- Exercise inputs

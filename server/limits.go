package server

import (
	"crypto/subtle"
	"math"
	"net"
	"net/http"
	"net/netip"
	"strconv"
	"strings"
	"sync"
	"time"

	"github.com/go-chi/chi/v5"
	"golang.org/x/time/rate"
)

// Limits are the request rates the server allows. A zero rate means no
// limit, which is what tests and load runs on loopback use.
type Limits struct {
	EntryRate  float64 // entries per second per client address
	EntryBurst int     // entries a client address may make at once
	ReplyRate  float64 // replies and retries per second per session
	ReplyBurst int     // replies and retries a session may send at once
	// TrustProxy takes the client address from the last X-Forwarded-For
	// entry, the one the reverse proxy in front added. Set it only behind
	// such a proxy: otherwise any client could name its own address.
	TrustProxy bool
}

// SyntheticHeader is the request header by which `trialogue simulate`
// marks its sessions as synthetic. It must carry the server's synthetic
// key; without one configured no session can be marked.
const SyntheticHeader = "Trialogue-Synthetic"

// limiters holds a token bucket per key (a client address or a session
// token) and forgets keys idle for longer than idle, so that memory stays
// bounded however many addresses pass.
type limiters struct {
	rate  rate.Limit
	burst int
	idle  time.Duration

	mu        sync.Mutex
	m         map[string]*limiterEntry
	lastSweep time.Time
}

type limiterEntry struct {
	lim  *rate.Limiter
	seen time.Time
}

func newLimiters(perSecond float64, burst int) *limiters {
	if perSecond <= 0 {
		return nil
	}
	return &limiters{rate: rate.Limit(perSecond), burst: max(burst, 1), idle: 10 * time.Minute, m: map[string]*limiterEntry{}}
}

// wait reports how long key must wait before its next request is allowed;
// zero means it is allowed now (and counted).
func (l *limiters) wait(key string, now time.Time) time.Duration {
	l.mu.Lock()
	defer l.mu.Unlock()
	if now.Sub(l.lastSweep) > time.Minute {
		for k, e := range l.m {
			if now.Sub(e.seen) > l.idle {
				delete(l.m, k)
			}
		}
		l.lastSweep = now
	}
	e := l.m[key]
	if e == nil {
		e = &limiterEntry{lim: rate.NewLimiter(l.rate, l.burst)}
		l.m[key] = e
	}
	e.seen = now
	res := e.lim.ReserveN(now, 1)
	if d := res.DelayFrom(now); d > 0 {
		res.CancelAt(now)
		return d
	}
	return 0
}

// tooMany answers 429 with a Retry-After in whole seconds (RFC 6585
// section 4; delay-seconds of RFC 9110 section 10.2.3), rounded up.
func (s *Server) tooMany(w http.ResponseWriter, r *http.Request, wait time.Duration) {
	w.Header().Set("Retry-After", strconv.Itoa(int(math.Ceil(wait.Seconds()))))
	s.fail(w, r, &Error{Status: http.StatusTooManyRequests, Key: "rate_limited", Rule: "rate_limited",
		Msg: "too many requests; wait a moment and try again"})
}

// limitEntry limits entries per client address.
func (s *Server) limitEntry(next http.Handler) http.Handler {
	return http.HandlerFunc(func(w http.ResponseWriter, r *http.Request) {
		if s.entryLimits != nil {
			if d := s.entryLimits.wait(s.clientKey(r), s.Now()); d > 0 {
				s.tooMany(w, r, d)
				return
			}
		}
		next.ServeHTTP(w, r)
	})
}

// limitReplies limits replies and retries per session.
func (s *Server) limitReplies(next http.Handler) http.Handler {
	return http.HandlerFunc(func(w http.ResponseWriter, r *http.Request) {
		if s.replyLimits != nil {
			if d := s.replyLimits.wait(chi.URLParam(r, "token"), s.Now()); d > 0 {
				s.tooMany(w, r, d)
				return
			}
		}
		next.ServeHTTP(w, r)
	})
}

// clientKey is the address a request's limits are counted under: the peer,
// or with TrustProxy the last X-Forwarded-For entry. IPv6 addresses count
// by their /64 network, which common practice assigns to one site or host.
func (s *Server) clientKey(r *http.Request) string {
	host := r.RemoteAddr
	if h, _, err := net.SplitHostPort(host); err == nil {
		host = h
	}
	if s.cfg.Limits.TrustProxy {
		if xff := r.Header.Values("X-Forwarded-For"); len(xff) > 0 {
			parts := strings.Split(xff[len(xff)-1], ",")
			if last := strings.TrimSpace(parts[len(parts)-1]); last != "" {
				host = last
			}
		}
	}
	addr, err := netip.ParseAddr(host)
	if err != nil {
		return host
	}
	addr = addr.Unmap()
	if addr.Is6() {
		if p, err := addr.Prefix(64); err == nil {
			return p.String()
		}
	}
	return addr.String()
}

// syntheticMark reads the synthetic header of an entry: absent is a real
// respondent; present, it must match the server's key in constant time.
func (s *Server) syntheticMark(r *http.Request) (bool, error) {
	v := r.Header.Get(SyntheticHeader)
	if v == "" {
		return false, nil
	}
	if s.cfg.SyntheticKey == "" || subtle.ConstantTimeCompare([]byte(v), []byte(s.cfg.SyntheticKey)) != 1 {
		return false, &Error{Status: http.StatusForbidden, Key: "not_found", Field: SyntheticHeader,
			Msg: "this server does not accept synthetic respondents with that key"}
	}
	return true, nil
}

- Aim of the task
The entire listing has to be written out again exactly.

- Output of the exercise
filename server/limits.go
package server

import (
	"crypto/subtle"
	"math"
	"net"
	"net/http"
	"net/netip"
	"strconv"
	"strings"
	"sync"
	"time"

	"github.com/go-chi/chi/v5"
	"golang.org/x/time/rate"
)

// Limits are the request rates the server allows. A zero rate means no
// limit, which is what tests and load runs on loopback use.
type Limits struct {
	EntryRate  float64 // entries per second per client address
	EntryBurst int     // entries a client address may make at once
	ReplyRate  float64 // replies and retries per second per session
	ReplyBurst int     // replies and retries a session may send at once
	// TrustProxy takes the client address from the last X-Forwarded-For
	// entry, the one the reverse proxy in front added. Set it only behind
	// such a proxy: otherwise any client could name its own address.
	TrustProxy bool
}

// SyntheticHeader is the request header by which `trialogue simulate`
// marks its sessions as synthetic. It must carry the server's synthetic
// key; without one configured no session can be marked.
const SyntheticHeader = "Trialogue-Synthetic"

// limiters holds a token bucket per key (a client address or a session
// token) and forgets keys idle for longer than idle, so that memory stays
// bounded however many addresses pass.
type limiters struct {
	rate  rate.Limit
	burst int
	idle  time.Duration

	mu        sync.Mutex
	m         map[string]*limiterEntry
	lastSweep time.Time
}

type limiterEntry struct {
	lim  *rate.Limiter
	seen time.Time
}

func newLimiters(perSecond float64, burst int) *limiters {
	if perSecond <= 0 {
		return nil
	}
	return &limiters{rate: rate.Limit(perSecond), burst: max(burst, 1), idle: 10 * time.Minute, m: map[string]*limiterEntry{}}
}

// wait reports how long key must wait before its next request is allowed;
// zero means it is allowed now (and counted).
func (l *limiters) wait(key string, now time.Time) time.Duration {
	l.mu.Lock()
	defer l.mu.Unlock()
	if now.Sub(l.lastSweep) > time.Minute {
		for k, e := range l.m {
			if now.Sub(e.seen) > l.idle {
				delete(l.m, k)
			}
		}
		l.lastSweep = now
	}
	e := l.m[key]
	if e == nil {
		e = &limiterEntry{lim: rate.NewLimiter(l.rate, l.burst)}
		l.m[key] = e
	}
	e.seen = now
	res := e.lim.ReserveN(now, 1)
	if d := res.DelayFrom(now); d > 0 {
		res.CancelAt(now)
		return d
	}
	return 0
}

// tooMany answers 429 with a Retry-After in whole seconds (RFC 6585
// section 4; delay-seconds of RFC 9110 section 10.2.3), rounded up.
func (s *Server) tooMany(w http.ResponseWriter, r *http.Request, wait time.Duration) {
	w.Header().Set("Retry-After", strconv.Itoa(int(math.Ceil(wait.Seconds()))))
	s.fail(w, r, &Error{Status: http.StatusTooManyRequests, Key: "rate_limited", Rule: "rate_limited",
		Msg: "too many requests; wait a moment and try again"})
}

// limitEntry limits entries per client address.
func (s *Server) limitEntry(next http.Handler) http.Handler {
	return http.HandlerFunc(func(w http.ResponseWriter, r *http.Request) {
		if s.entryLimits != nil {
			if d := s.entryLimits.wait(s.clientKey(r), s.Now()); d > 0 {
				s.tooMany(w, r, d)
				return
			}
		}
		next.ServeHTTP(w, r)
	})
}

// limitReplies limits replies and retries per session.
func (s *Server) limitReplies(next http.Handler) http.Handler {
	return http.HandlerFunc(func(w http.ResponseWriter, r *http.Request) {
		if s.replyLimits != nil {
			if d := s.replyLimits.wait(chi.URLParam(r, "token"), s.Now()); d > 0 {
				s.tooMany(w, r, d)
				return
			}
		}
		next.ServeHTTP(w, r)
	})
}

// clientKey is the address a request's limits are counted under: the peer,
// or with TrustProxy the last X-Forwarded-For entry. IPv6 addresses count
// by their /64 network, which common practice assigns to one site or host.
func (s *Server) clientKey(r *http.Request) string {
	host := r.RemoteAddr
	if h, _, err := net.SplitHostPort(host); err == nil {
		host = h
	}
	if s.cfg.Limits.TrustProxy {
		if xff := r.Header.Values("X-Forwarded-For"); len(xff) > 0 {
			parts := strings.Split(xff[len(xff)-1], ",")
			if last := strings.TrimSpace(parts[len(parts)-1]); last != "" {
				host = last
			}
		}
	}
	addr, err := netip.ParseAddr(host)
	if err != nil {
		return host
	}
	addr = addr.Unmap()
	if addr.Is6() {
		if p, err := addr.Prefix(64); err == nil {
			return p.String()
		}
	}
	return addr.String()
}

// syntheticMark reads the synthetic header of an entry: absent is a real
// respondent; present, it must match the server's key in constant time.
func (s *Server) syntheticMark(r *http.Request) (bool, error) {
	v := r.Header.Get(SyntheticHeader)
	if v == "" {
		return false, nil
	}
	if s.cfg.SyntheticKey == "" || subtle.ConstantTimeCompare([]byte(v), []byte(s.cfg.SyntheticKey)) != 1 {
		return false, &Error{Status: http.StatusForbidden, Key: "not_found", Field: SyntheticHeader,
			Msg: "this server does not accept synthetic respondents with that key"}
	}
	return true, nil
}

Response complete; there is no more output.